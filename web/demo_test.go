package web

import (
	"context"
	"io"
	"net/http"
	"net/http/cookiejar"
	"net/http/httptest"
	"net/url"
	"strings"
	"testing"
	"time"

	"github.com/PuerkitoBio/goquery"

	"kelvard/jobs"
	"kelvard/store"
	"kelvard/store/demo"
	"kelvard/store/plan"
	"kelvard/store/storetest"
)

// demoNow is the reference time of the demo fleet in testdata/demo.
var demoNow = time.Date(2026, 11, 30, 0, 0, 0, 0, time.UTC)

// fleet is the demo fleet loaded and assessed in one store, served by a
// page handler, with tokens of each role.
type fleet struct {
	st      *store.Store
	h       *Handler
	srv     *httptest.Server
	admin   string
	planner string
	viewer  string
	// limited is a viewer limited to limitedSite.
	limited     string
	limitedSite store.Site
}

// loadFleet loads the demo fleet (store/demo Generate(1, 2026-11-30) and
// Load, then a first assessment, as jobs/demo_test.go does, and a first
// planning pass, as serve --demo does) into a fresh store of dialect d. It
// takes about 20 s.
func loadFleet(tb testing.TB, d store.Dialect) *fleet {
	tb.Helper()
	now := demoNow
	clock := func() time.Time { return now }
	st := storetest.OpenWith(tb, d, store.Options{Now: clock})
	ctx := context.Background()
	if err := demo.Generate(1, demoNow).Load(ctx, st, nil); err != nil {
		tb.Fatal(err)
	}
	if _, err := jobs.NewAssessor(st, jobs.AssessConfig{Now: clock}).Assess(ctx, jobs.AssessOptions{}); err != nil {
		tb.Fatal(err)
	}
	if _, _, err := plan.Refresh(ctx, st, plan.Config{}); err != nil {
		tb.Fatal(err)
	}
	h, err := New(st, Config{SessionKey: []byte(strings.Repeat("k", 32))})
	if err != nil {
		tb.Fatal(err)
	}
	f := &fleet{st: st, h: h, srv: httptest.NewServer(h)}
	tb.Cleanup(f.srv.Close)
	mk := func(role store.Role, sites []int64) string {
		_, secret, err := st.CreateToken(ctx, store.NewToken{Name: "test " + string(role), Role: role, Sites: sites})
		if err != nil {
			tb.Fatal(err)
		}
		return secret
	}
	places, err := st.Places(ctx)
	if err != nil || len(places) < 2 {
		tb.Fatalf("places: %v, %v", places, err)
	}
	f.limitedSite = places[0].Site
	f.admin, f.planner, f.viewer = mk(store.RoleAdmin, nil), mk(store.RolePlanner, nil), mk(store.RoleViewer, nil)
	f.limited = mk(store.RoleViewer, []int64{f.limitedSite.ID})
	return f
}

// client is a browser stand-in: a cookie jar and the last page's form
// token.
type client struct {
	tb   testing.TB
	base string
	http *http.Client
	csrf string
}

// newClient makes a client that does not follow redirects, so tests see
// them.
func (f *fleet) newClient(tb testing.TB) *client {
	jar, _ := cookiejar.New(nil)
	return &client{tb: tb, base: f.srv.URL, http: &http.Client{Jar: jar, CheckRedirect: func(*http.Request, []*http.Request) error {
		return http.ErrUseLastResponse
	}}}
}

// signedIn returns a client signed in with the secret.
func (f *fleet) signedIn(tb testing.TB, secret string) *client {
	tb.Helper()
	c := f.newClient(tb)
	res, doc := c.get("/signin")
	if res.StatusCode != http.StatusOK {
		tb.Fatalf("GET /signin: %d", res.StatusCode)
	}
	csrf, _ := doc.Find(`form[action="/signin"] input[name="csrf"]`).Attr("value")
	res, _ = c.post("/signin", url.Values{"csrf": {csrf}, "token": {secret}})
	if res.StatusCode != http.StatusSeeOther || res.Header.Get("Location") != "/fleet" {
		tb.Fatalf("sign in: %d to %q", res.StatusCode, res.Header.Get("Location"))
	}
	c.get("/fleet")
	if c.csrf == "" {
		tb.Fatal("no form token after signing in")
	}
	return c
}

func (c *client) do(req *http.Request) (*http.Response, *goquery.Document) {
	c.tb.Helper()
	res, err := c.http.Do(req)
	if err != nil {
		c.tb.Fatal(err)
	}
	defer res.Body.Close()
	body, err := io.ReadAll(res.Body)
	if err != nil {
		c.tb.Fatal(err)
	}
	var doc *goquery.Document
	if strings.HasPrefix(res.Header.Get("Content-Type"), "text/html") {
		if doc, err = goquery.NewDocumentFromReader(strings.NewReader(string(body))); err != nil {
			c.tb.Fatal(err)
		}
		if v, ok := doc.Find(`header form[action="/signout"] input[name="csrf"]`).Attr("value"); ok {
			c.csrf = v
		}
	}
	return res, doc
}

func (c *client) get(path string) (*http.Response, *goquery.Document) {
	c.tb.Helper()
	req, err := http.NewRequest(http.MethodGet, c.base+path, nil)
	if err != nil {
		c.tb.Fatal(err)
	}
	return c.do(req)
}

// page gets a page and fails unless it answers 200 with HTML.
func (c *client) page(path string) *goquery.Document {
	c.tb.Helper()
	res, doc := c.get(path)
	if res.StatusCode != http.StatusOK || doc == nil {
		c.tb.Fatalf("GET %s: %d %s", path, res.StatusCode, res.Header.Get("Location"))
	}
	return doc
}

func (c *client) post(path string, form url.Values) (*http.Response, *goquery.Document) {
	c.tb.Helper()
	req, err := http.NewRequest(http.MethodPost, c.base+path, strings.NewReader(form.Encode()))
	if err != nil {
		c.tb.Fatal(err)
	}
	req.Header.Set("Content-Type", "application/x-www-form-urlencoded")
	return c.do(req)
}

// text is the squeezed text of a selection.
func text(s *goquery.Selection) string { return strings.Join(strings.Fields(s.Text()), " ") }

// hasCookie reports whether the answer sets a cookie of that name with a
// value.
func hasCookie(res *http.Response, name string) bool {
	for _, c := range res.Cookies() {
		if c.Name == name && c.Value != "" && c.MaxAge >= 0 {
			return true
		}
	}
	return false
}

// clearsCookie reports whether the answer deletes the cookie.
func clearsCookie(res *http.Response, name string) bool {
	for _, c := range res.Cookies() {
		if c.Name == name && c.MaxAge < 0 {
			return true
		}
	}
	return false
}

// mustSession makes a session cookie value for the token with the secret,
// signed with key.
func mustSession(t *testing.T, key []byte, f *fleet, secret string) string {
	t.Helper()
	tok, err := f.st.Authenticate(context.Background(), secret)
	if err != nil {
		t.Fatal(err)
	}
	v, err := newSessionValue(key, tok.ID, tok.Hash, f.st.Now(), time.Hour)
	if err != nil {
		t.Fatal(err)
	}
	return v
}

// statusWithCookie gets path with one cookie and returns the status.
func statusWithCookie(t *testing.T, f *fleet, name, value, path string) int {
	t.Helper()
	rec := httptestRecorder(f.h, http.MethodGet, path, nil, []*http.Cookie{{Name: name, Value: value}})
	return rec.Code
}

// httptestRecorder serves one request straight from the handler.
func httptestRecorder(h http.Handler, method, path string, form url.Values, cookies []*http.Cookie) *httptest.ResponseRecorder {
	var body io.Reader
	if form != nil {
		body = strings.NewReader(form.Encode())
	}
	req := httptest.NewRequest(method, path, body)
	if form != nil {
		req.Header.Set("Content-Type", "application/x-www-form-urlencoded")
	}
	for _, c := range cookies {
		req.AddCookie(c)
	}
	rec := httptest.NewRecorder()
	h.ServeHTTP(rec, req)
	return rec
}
--
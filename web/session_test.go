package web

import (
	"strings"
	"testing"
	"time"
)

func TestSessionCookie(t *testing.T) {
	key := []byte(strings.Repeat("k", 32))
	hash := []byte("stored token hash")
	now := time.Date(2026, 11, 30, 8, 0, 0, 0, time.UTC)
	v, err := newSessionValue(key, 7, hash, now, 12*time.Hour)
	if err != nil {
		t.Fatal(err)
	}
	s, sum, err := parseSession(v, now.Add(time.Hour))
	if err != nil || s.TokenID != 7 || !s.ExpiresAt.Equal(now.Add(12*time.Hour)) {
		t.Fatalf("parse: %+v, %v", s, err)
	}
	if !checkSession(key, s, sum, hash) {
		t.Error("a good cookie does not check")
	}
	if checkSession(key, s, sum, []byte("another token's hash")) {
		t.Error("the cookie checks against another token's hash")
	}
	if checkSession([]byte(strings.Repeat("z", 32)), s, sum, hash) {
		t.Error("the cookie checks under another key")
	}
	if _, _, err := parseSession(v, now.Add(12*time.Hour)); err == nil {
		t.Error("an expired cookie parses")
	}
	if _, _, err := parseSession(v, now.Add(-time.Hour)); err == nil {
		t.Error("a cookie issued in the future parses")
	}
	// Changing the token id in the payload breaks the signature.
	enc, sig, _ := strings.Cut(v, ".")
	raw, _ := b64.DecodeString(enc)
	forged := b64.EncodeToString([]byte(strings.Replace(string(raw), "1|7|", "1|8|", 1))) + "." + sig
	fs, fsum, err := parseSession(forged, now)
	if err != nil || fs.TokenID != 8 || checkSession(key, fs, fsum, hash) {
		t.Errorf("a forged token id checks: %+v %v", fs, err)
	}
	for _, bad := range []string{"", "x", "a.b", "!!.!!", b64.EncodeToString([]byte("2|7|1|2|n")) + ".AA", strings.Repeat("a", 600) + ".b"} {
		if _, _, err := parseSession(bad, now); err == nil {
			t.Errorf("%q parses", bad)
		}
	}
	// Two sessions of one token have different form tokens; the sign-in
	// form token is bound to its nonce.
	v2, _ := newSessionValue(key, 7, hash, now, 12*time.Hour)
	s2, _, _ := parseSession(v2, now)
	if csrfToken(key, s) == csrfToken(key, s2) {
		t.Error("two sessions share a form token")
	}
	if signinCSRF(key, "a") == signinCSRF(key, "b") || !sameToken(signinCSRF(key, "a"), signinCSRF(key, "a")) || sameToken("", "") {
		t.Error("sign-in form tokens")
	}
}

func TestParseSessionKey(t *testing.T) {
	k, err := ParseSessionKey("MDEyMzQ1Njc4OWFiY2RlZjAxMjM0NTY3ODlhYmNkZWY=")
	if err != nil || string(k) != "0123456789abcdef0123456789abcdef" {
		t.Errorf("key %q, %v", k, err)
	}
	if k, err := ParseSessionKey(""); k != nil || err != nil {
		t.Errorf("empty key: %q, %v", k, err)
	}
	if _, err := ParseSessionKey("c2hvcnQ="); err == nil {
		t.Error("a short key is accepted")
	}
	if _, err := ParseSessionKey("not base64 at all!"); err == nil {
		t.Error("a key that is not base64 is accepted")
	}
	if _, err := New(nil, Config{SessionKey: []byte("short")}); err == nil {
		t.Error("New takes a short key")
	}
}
--
▶ Task statement: Each line of the listing above that contains the word "newClient" is to be copied.

▶ Finished task:
// newClient makes a client that does not follow redirects, so tests see
func (f *fleet) newClient(tb testing.TB) *client {
	c := f.newClient(tb)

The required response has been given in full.